On November 13, 2020, Seo Joo-seok, deputy director of the National Security Administration, stated that South Korea had not received a formal request from the United States to join the QUAD.
On February 18, 2021, US Secretary of State Antony Blinken agreed to meet regularly with his colleagues from the other three QUAD member countries. The agreement was reached during a virtual meeting attended by Australian Foreign Minister Marise Payne, Indian Foreign Minister Subrahmanyam Jaishankar and Japanese Foreign Minister Toshimitsu Motegi.
On February 22, 2021, Ned Price of the US State Department stated that the United States will continue to develop the QUAD:
“This is an example of the United States and some of our closest partners coming together in the name of a free and open Indo-Pacific region.”
On March 8, 2021, Hwang Ji-hwan, a member of the South Korean Presidential Policy Advisory Panel, told the American Journal that South Korea “may be considering joining the QUAD in an attempt to influence US policy toward North Korea”. Afterwards, however, First Deputy Foreign Minister Choi Jong-kyung disavowed this: “South Korea has consistently opposed the creation of a regional structure that excludes a particular country“.
On March 10, 2021, the Blue House stated that South Korea would consider joining the QUAD in a “transparent, open and inclusive” manner. Moreover, this time again, he did not confirm whether or not the US request for South Korean participation had been formal.
The QUAD issue has not yet been mentioned in the joint statements of Secretary of State Antony Blinken and Secretary of Defense Lloyd Austin during their visit to South Korea or in the program of Defense Minister Seo Wook’s visit to India: “The upcoming talks will focus on defense cooperation between the two countries“.
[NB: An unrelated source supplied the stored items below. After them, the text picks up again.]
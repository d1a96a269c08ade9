/**
 * /api/auth/* and /api/me: parse, call the use case, respond.
 *   POST /api/auth/sign-in  {email, password}                 → SignInResponse (429 when the address or the account is locked out)
 *   POST /api/auth/refresh  {refreshToken}                    → TokenPair
 *   POST /api/auth/sign-out {refreshToken}                    → 204 (signed in)
 *   POST /api/auth/password {currentPassword, newPassword}    → TokenPair, every other session ended (signed in)
 *   GET  /api/me                                              → UserView (signed in)
 * The password request schema lives here until it moves to shared/api.
 */
import { Router, type Response } from 'express';
import { z } from 'zod';
import { rateLimit } from 'express-rate-limit';
import { RefreshRequest, SignInRequest, SignOutRequest } from '../../shared/api/auth';
import type { Config } from '../config';
import { deps } from '../context';
import { AppError } from '../errors';
import { parseBody } from '../http/validate';
import { authOf, requireAuth } from './middleware';
import { PASSWORD_MAX } from './password-policy';
import { changePassword, loadUserView, refreshTokens, signIn, signOut } from './service';

const passwordText = (max: number) =>
  z
    .string({ error: (iss) => (iss.input === undefined ? 'Required' : 'Must be a string') })
    .min(1, 'Required')
    .max(max, `Must be at most ${max} characters`);

export const ChangePasswordRequest = z.object({
  currentPassword: passwordText(1024),
  // The policy (length, common passwords, the e-mail) is checked by the use case with the account at hand.
  newPassword: passwordText(PASSWORD_MAX * 2).refine((p) => !p.includes('\u0000'), 'Must not contain NUL characters'),
});

/** RFC 9110 §10.2.3 Retry-After on a 429 whose details say how long to wait. */
function withRetryAfter(res: Response, err: unknown): never {
  const d = err instanceof AppError ? (err.details as { retryAfterS?: unknown } | null) : null;
  if (err instanceof AppError && err.status === 429 && typeof d?.retryAfterS === 'number')
    res.setHeader('Retry-After', String(d.retryAfterS));
  throw err;
}

const WINDOW_MS = 15 * 60 * 1000;

/** Failed sign-ins per 15 min per client IP (successful ones are not counted). */
function signInLimiter(config: Config) {
  return rateLimit({
    windowMs: WINDOW_MS,
    limit: config.SIGN_IN_RATE_LIMIT,
    standardHeaders: 'draft-8',
    legacyHeaders: false,
    skipSuccessfulRequests: true,
    handler: (_req, _res, next) => {
      next(new AppError(429, 'rate_limited', 'Too many sign-in attempts from this address; try again in 15 minutes'));
    },
  });
}

export function authRouter(config: Config): Router {
  const r = Router();

  r.post('/sign-in', signInLimiter(config), async (req, res) => {
    const input = parseBody(SignInRequest, req);
    const { config, dataSource } = deps(req);
    res.json(await signIn(dataSource, config, input).catch((err: unknown) => withRetryAfter(res, err)));
  });

  r.post('/refresh', async (req, res) => {
    const { refreshToken } = parseBody(RefreshRequest, req);
    const { config, dataSource } = deps(req);
    res.json(await refreshTokens(dataSource, config, refreshToken));
  });

  r.post('/sign-out', requireAuth, async (req, res) => {
    const { refreshToken } = parseBody(SignOutRequest, req);
    await signOut(deps(req).dataSource, authOf(req).userId, refreshToken);
    res.status(204).end();
  });

  r.post('/password', requireAuth, async (req, res) => {
    const input = parseBody(ChangePasswordRequest, req);
    const { config, dataSource } = deps(req);
    res.json(
      await changePassword(dataSource, config, authOf(req).userId, input).catch((err: unknown) =>
        withRetryAfter(res, err),
      ),
    );
  });

  return r;
}

export function meRouter(): Router {
  const r = Router();
  r.get('/', requireAuth, async (req, res) => {
    const me = await loadUserView(deps(req).dataSource, authOf(req).userId);
    if (!me) throw new AppError(401, 'unauthorized', 'This account no longer exists or is disabled');
    res.json(me);
  });
  return r;
}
Let us draw some conclusions. At the moment, the QUAD is more of a regional forum that has not yet acquired the features of a political or military bloc. This allows Seoul to maintain a certain distance and hold its ambiguous stance.
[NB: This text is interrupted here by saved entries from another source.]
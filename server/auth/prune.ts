/**
 * Pruning refresh-token rows that can never be used again, on a pg-boss schedule.
 *
 * A row goes when it expired more than PRUNE_GRACE_MS ago (spent or not, it can no longer
 * refresh), or when it was retired more than PRUNE_GRACE_MS ago and its whole family (the sign-in
 * it came from) holds no live token any more (signed out, password changed, reuse detected). A
 * retired token of a family that still lives is kept until it expires: presenting it again is the
 * sign of a leaked token, and the reuse detection of ./service.ts needs the row to see it.
 *
 * The job `prune-refresh-tokens` runs at minute 17 of every hour (cron, UTC) in whichever process
 * runs workers; pg-boss keeps one run per slot across processes.
 */
import type PgBoss from 'pg-boss';
import type { DataSource } from 'typeorm';
import type { Logger } from '../logger';

export const PRUNE_QUEUE = 'prune-refresh-tokens';
export const PRUNE_CRON = '17 * * * *';
/** How long a retired or expired row is kept after it stopped working (one day). */
export const PRUNE_GRACE_MS = 24 * 3600 * 1000;

/** Deletes the refresh-token rows described above; returns how many went. */
export async function pruneRefreshTokens(ds: DataSource, now = new Date(), graceMs = PRUNE_GRACE_MS): Promise<number> {
  const before = new Date(now.getTime() - graceMs);
  const res = (await ds.query(
    `DELETE FROM "refresh_tokens" t
      WHERE t."expires_at" < $2
         OR (t."revoked_at" < $2
             AND NOT EXISTS (SELECT 1 FROM "refresh_tokens" l
                              WHERE l."family_id" = t."family_id" AND l."revoked_at" IS NULL AND l."expires_at" > $1))`,
    [now, before],
  )) as [unknown[], number];
  return res[1];
}

/** Creates the queue, puts it on its schedule and works it (the process must run pg-boss with `schedule: true`). */
export async function schedulePruning(boss: PgBoss, ds: DataSource, logger: Logger): Promise<void> {
  await boss.createQueue(PRUNE_QUEUE, { name: PRUNE_QUEUE, policy: 'short', retryLimit: 2 });
  await boss.schedule(PRUNE_QUEUE, PRUNE_CRON, {}, { tz: 'UTC' });
  await boss.work(PRUNE_QUEUE, async () => {
    const deleted = await pruneRefreshTokens(ds);
    if (deleted) logger.info({ deleted }, 'pruned refresh tokens that can no longer be used');
    return { deleted };
  });
}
On the other hand, there has been no official request for Seoul to join the QUAD+, and without it, there has been no response.
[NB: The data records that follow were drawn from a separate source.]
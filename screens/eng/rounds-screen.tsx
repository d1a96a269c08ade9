/** The cycle place: recent analysed rounds, each opening its cycle page. */
import { StyleSheet, View } from 'react-native';
import { ThemedText } from '@/components/themed-text';
import { space } from '@/constants/theme';
import { useInstrumentHealth } from '@/hooks/queries/instruments';
import { RecentRounds } from './instrument-health-screen';

export function RoundsScreen() {
  const health = useInstrumentHealth();
  const all = health.data?.instruments ?? [];
  const tag = all.find((i) => i.quantity === 'pressure' && i.samples30d > 0)?.tag ?? all[0]?.tag;
  return (
    <View style={styles.stack}>
      <ThemedText variant="heading">Cycle</ThemedText>
      <ThemedText variant="label" muted>Pick a round to see its state points on the T–s chart, its balances and its performance figures.</ThemedText>
      {health.error ? <ThemedText tone="danger">{health.error.message}</ThemedText> : null}
      <RecentRounds tag={tag} roundHref={(id) => `/eng/rounds/${id}`} />
    </View>
  );
}

const styles = StyleSheet.create({ stack: { gap: space.lg } });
It is likely that the United States expects that further confrontation with China and/or North Korea as a forced ally of China will lead to some developments that could push Seoul to join the QUAD as a necessary response. In this sense, the situation resembles the THAAD story, when Park Geun-hye said neither yes nor no for a long time, and then quickly and without prior preparation made this decision in the face of the North Korean nuclear tests.
From the author’s point of view, the accession of the ROK to the QUAD is inevitable — if not under Moon, then under his successor. At best, Seoul will reprimand itself with somewhat of a special status, which will allow this to be presented to domestic audiences as a diplomatic victory: “We negotiated, not capitulated.” The worst would be full acceptance of US conditions, very likely justified by the current activity of North Korea.
The fact that this has not happened so far is due, on the one hand, to fears of harsh Chinese sanctions and, on the other hand, to Moon Jae-in’s populist image as an independent politician. In this context, it is undesirable for Moon to take measures that would harm his public image, unless there is a clear justification in the form of, say, North Korean provocations. In addition, his status as a “lame duck,” which doesn’t really help him in the long-term future, for now allows Moon to stall for time. The process of forming an anti-Chinese alliance will take time in any case, its final stage could happen as early as 2022, and then the burden of choice will fall on his successor.